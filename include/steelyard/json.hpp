// Room "render": results as JSON. One description of the fields gives the bytes, the JSON Schema and
// the table in docs/json.md, so that they can't drift apart.
#pragma once

#include <cstddef>
#include <functional>
#include <span>
#include <string>
#include <string_view>

#include "steelyard/analysis.hpp"

namespace steelyard {

/// The version of the fields; grows when a field changes its meaning or goes away.
inline constexpr int json_schema_version = 1;

/// Takes bytes in the order in which they are made, in pieces of any length.
using Sink = std::function<void(std::string_view)>;

/// Writes one JSON object and a newline. Numbers are the shortest text that reads back to the same
/// double; what is not finite or not known is null; logarithms are natural.
void write_json(const Analysis& analysis, const Sink& sink);
void write_json(const Check& check, const Sink& sink);
void write_json(const WeighAnalysis& analysis, const Sink& sink);
void write_json(const StressAnalysis& analysis, const Sink& sink);
void write_json(const ReplicateAnalysis& analysis, const Sink& sink);

/// The same as one string.
[[nodiscard]] std::string render_json(const Check& check);

/// A JSON string with its quotes; invalid UTF-8 becomes U+FFFD.
[[nodiscard]] std::string quoted_json(std::string_view text);

/// A kind of document that Steelyard writes or reads.
struct JsonDocument {
  std::string_view name;   ///< of the command, or "studies" for input
  std::string_view title;  ///< one line
};
[[nodiscard]] std::span<const JsonDocument> json_documents();

/// JSON Schema (draft 2020-12) of a document; "" when there is no such document.
[[nodiscard]] std::string json_schema(std::string_view document);

/// Its fields as a Markdown table; "" when there is no such document.
[[nodiscard]] std::string json_fields(std::string_view document);

}  // namespace steelyard
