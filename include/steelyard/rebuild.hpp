// Room "rebuild": rows into studies, one file per route.
#pragma once

#include <optional>
#include <span>
#include <string_view>
#include <vector>

#include "steelyard/base.hpp"
#include "steelyard/read.hpp"
#include "steelyard/study.hpp"

namespace steelyard {

struct RebuildOptions {
  double alpha = 0.05;  ///< what `ns` means where no `alpha` cell says otherwise; 0 < alpha < 1
  /// Correlation of paired scores for the paired rows that print none: states it for all of them, so
  /// that they come onto the scale of two-group rows. −1 < r < 1.
  std::optional<double> r_pair;
};

/// One way from cells to evidence. The registry lists them in the order in which they are tried:
/// fewest rounded inputs first.
struct RouteInfo {
  std::string_view id;        ///< kebab-case, stands in every output
  std::string_view needs;     ///< the columns, for people: "t, and n1 and n2 (or n, or df)"
  std::string_view formula;   ///< one line
  std::string_view source;    ///< literature
  std::string_view example;   ///< one line of CSV with header, separated by '\n'; run by the tests
};
[[nodiscard]] std::span<const RouteInfo> routes();

/// Rebuilds one row. The best route wins, the others are kept as `Study::alternatives`.
[[nodiscard]] Outcome<Study> rebuild(const Table& table, const Row& row, const RebuildOptions& options = {});

/// Rebuilds all rows; every problem of every row is reported. The value is absent when any row
/// could not be rebuilt: nothing is dropped silently.
[[nodiscard]] Outcome<std::vector<Study>> rebuild_all(const Table& table, const RebuildOptions& options = {});

/// Exact small-sample factor J(df) of Hedges (1981); 0 at df = 1.
[[nodiscard]] double hedges_j(double df);

}  // namespace steelyard
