// Room "replicate": originals against their replications.
#pragma once

#include <cstddef>
#include <optional>
#include <span>
#include <string>
#include <vector>

#include "steelyard/base.hpp"
#include "steelyard/pool.hpp"
#include "steelyard/study.hpp"

namespace steelyard {

struct ReplicateOptions {
  double level = 0.95;       ///< of intervals, 0 < level < 1
  double alpha = 0.05;       ///< two-sided level at which originals are read as selected, 0 < alpha < 1
  std::size_t weights = 11;  ///< steps of the original's weight from 0 to 1, ≥ 2
};

/// A Bayes factor under the three pairs of models. Absent where not identified.
struct EvidenceTriple {
  std::optional<LogBayesFactor> fixed;     ///< the same effect everywhere
  std::optional<LogBayesFactor> random;    ///< effects vary
  std::optional<LogBayesFactor> averaged;  ///< both, by the model probabilities
  std::string reason;                      ///< why something is absent
};

/// Where a replication falls among what the originals predict (same effect), exactly.
struct Prediction {
  std::size_t study = 0;  ///< index into the studies given
  /// Central predictive interval of the replication's t (or z = estimate/se), and of its effect.
  std::optional<Interval> statistic, effect;
  std::optional<double> below;  ///< predictive P(T ≤ the observed t)
  std::optional<bool> inside;
  std::optional<double> band;  ///< a replication known as a band: predictive P(T in the band)
  double error = 0.0;          ///< absolute, of the probabilities
  std::string reason;          ///< why something is absent
};

/// The answer when the originals count with this weight (a power of their likelihood).
struct Discounted {
  double weight = 1.0;
  EvidenceTriple effect;  ///< evidence for an effect from all studies
};

/// Formulas and sources: docs/methods.md.
struct ReplicateResult {
  std::vector<std::size_t> originals, replications;  ///< indices into the studies given
  /// p(replications | the originals' posterior from a flat prior) ÷ p(replications | no effect):
  /// Verhagen & Wagenmakers (2014).
  EvidenceTriple flat;
  /// m(all)/m(originals) under the effect prior ÷ the same under no effect: Ly et al. (2019).
  EvidenceTriple carried;
  EvidenceTriple originals_alone, replications_alone, all;  ///< evidence for an effect
  /// Originals read as seen only because p < alpha: their likelihood divided by P(p < alpha). Absent, with
  /// the reason, when an original isn't significant at that level.
  EvidenceTriple selected_all, selected_carried;
  Summary effect_originals, effect_replications, effect_all;  ///< pooled, averaged
  Summary effect_selected;  ///< from the originals read as selected alone (same effect)
  std::optional<double>
      shrinkage;  ///< pooled mean of all ÷ of the originals (of medians where means don't exist)
  std::vector<Prediction> predictions;  ///< one a replication
  std::vector<Discounted> discounted;   ///< weights rising from 0 to 1
  std::vector<Diagnostic> cautions;
  bool accurate = true;
};

/// Studies without a role are an error, as are a set without an original or without a replication, mixed
/// metrics and unusable priors. Pure.
[[nodiscard]] Outcome<ReplicateResult> replicate(std::span<const Study> studies, const Priors& priors,
                                                 const ReplicateOptions& options = {});

}  // namespace steelyard
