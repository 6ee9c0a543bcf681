// The version number; CMake reads it from here.
#pragma once

#define STEELYARD_VERSION_MAJOR 0
#define STEELYARD_VERSION_MINOR 1
#define STEELYARD_VERSION_PATCH 0
#define STEELYARD_VERSION "0.1.0"
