// Room "analysis": joins everything that a reader may see into one value.
#pragma once

#include <cstddef>
#include <optional>
#include <span>
#include <string>
#include <string_view>
#include <utility>
#include <vector>

#include "steelyard/audit.hpp"
#include "steelyard/base.hpp"
#include "steelyard/pool.hpp"
#include "steelyard/read.hpp"
#include "steelyard/rebuild.hpp"
#include "steelyard/replicate.hpp"
#include "steelyard/stress.hpp"
#include "steelyard/weigh.hpp"

namespace steelyard {

/// The input of an analysis: what it takes to get the same answer again.
struct Input {
  std::string file;
  std::string sha256;  ///< of the bytes as read, 64 hexadecimal digits
  Table table;
};

/// What the caller asked for.
struct AnalysisOptions {
  Priors priors;
  bool explicit_priors = false;  ///< both priors were stated by the user
  PoolOptions pool;
  RebuildOptions rebuild;
  std::vector<std::string> without;  ///< labels (or "row N") of studies to leave out
};

/// A finished analysis of `pool` (and of `draw`, `report`, which show the same).
struct Analysis {
  Input input;
  AnalysisOptions options;
  std::vector<Study> studies;
  std::vector<Finding> findings;
  std::vector<std::string> left_out;  ///< labels named by `without`
  PoolResult result;
  std::vector<Diagnostic> cautions;  ///< of reading, rebuilding and pooling together
  std::optional<RegionResult> region;  ///< when it was asked for
};

/// Reads, rebuilds, audits and pools the text of a file.
[[nodiscard]] Outcome<Analysis> analyse_pool(std::string_view text, const std::string& file,
                                             const AnalysisOptions& options = {});

/// The same for rows that are read already (a result that is repeated, a table made in memory).
/// `cautions`: what reading had to say.
[[nodiscard]] Outcome<Analysis> analyse_table(Input input, const AnalysisOptions& options = {},
                                              std::vector<Diagnostic> cautions = {});

/// A run of `pool` as its JSON result records it: enough to repeat it.
struct RecordedRun {
  Input input;  ///< file name and checksum are those of the original file
  AnalysisOptions options;
};

/// Reads the JSON that `pool` wrote. Error when it is something else, or of a newer kind.
[[nodiscard]] Outcome<RecordedRun> read_result(std::string_view text, const std::string& file);

/// Rows that were read, rebuilt and audited: where every command that works on studies begins.
struct Gathered {
  Input input;
  AnalysisOptions options;
  std::vector<Study> studies;
  std::vector<Finding> findings;
  std::vector<std::string> left_out;  ///< labels named by `without`
  std::vector<Diagnostic> cautions;   ///< of reading and rebuilding
};

/// Error when a row that stays can't be rebuilt, or priors must be stated.
[[nodiscard]] Outcome<Gathered> gather(Input input, const AnalysisOptions& options,
                                       std::vector<Diagnostic> cautions = {});

/// A finished analysis of `weigh`.
struct WeighAnalysis {
  Gathered rows;
  WeighOptions options;
  WeighResult result;
};
[[nodiscard]] Outcome<WeighAnalysis> analyse_weigh(Gathered rows, const WeighOptions& options);

/// A finished analysis of `stress`; with `by`, differences among the groups of that column.
struct StressAnalysis {
  Gathered rows;
  StressOptions options;
  std::string by;
  StressResult result;
  std::optional<GroupResult> groups;  ///< absent without `by` or with fewer than two groups
};
/// `by`: the label column that makes groups, or "". Error when there is no such column or a cell is empty.
[[nodiscard]] Outcome<StressAnalysis> analyse_stress(Gathered rows, StressOptions options,
                                                     const std::string& by);

/// A finished analysis of `replicate`.
struct ReplicateAnalysis {
  Gathered rows;
  ReplicateOptions options;
  ReplicateResult result;
};
[[nodiscard]] Outcome<ReplicateAnalysis> analyse_replicate(Gathered rows, const ReplicateOptions& options);

/// What `check` looks at.
struct CheckOptions {
  RebuildOptions rebuild;
  std::vector<std::string> without;  ///< labels (or "row N") of studies to leave out
};

/// A file as `check` saw it: what could be rebuilt, what could not, and what doesn't agree.
struct Check {
  Input input;
  CheckOptions options;
  std::vector<Study> studies;        ///< the rows that could be rebuilt
  std::vector<Diagnostic> problems;  ///< errors: why the other rows could not
  std::vector<Finding> findings;
  std::vector<std::string> left_out;  ///< labels named by `without`
  std::vector<Diagnostic> cautions;   ///< of reading and rebuilding
};

/// Reads, rebuilds and audits the text of a file. A row that can't be rebuilt doesn't stop the others;
/// the value is absent only when the file can't be read as rows at all.
[[nodiscard]] Outcome<Check> analyse_check(std::string_view text, const std::string& file,
                                           const CheckOptions& options = {});

/// The label of a row: its `study` cell, or "row N" (N counts from 1).
[[nodiscard]] std::string row_label(const Table& table, std::size_t row);

/// The rows that stay, as indices, when these labels (or "row N") are left out. Error when a name
/// matches no row or no row stays.
[[nodiscard]] Outcome<std::vector<std::size_t>> rows_without(const Table& table,
                                                             std::span<const std::string> without);

/// SHA-256 of bytes, in hexadecimal.
[[nodiscard]] std::string sha256(std::string_view bytes);

/// The two plain sentences that answer "is there an effect?" and "does it vary?", with the odds the
/// right way round and the prior odds they assume. Order: effect, heterogeneity.
struct Verdict {
  std::string effect;
  std::string heterogeneity;
};
[[nodiscard]] Verdict verdict(const PoolResult& result, const Priors& priors, std::span<const Study> studies);

// ---- evidence in words; all in UTF-8 with U+2212 as minus and superscript exponents -----------------

/// Weight of evidence (Good 1950): 10·log10 of a Bayes factor given as natural log.
[[nodiscard]] double decibans(double log_bf);
/// "+15.3", "−4.0", "0.0"; whole numbers from 1,000 on.
[[nodiscard]] std::string decibans_text(double log_bf);
/// exp(log_ratio) to three figures: "0.0123", "34.2", "12,300"; outside [0.001, 1e6) as a power of ten,
/// "3.10×10¹²". Any finite log.
[[nodiscard]] std::string ratio_text(double log_ratio);
/// The odds the right way round: "34.2 to 1" for, "1 to 34.2" against; whole numbers without decimals.
[[nodiscard]] std::string odds_text(double log_odds);
/// "an effect", or "a positive effect" / "a negative effect" when the prior allows one direction only.
[[nodiscard]] std::string effect_phrase(Direction direction);

}  // namespace steelyard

[WHAT TO PRODUCE]: Everything from the first line of the data through the line containing "[[nodiscard]] std::string quoted_json(std::string_view" should be echoed exactly. Add nothing.

[SOLUTION TO THIS EXERCISE]:
filename include/steelyard/json.hpp
// Room "render": results as JSON. One description of the fields gives the bytes, the JSON Schema and
// the table in docs/json.md, so that they can't drift apart.
#pragma once

#include <cstddef>
#include <functional>
#include <span>
#include <string>
#include <string_view>

#include "steelyard/analysis.hpp"

namespace steelyard {

/// The version of the fields; grows when a field changes its meaning or goes away.
inline constexpr int json_schema_version = 1;

/// Takes bytes in the order in which they are made, in pieces of any length.
using Sink = std::function<void(std::string_view)>;

/// Writes one JSON object and a newline. Numbers are the shortest text that reads back to the same
/// double; what is not finite or not known is null; logarithms are natural.
void write_json(const Analysis& analysis, const Sink& sink);
void write_json(const Check& check, const Sink& sink);
void write_json(const WeighAnalysis& analysis, const Sink& sink);
void write_json(const StressAnalysis& analysis, const Sink& sink);
void write_json(const ReplicateAnalysis& analysis, const Sink& sink);

/// The same as one string.
[[nodiscard]] std::string render_json(const Check& check);

/// A JSON string with its quotes; invalid UTF-8 becomes U+FFFD.
[[nodiscard]] std::string quoted_json(std::string_view text);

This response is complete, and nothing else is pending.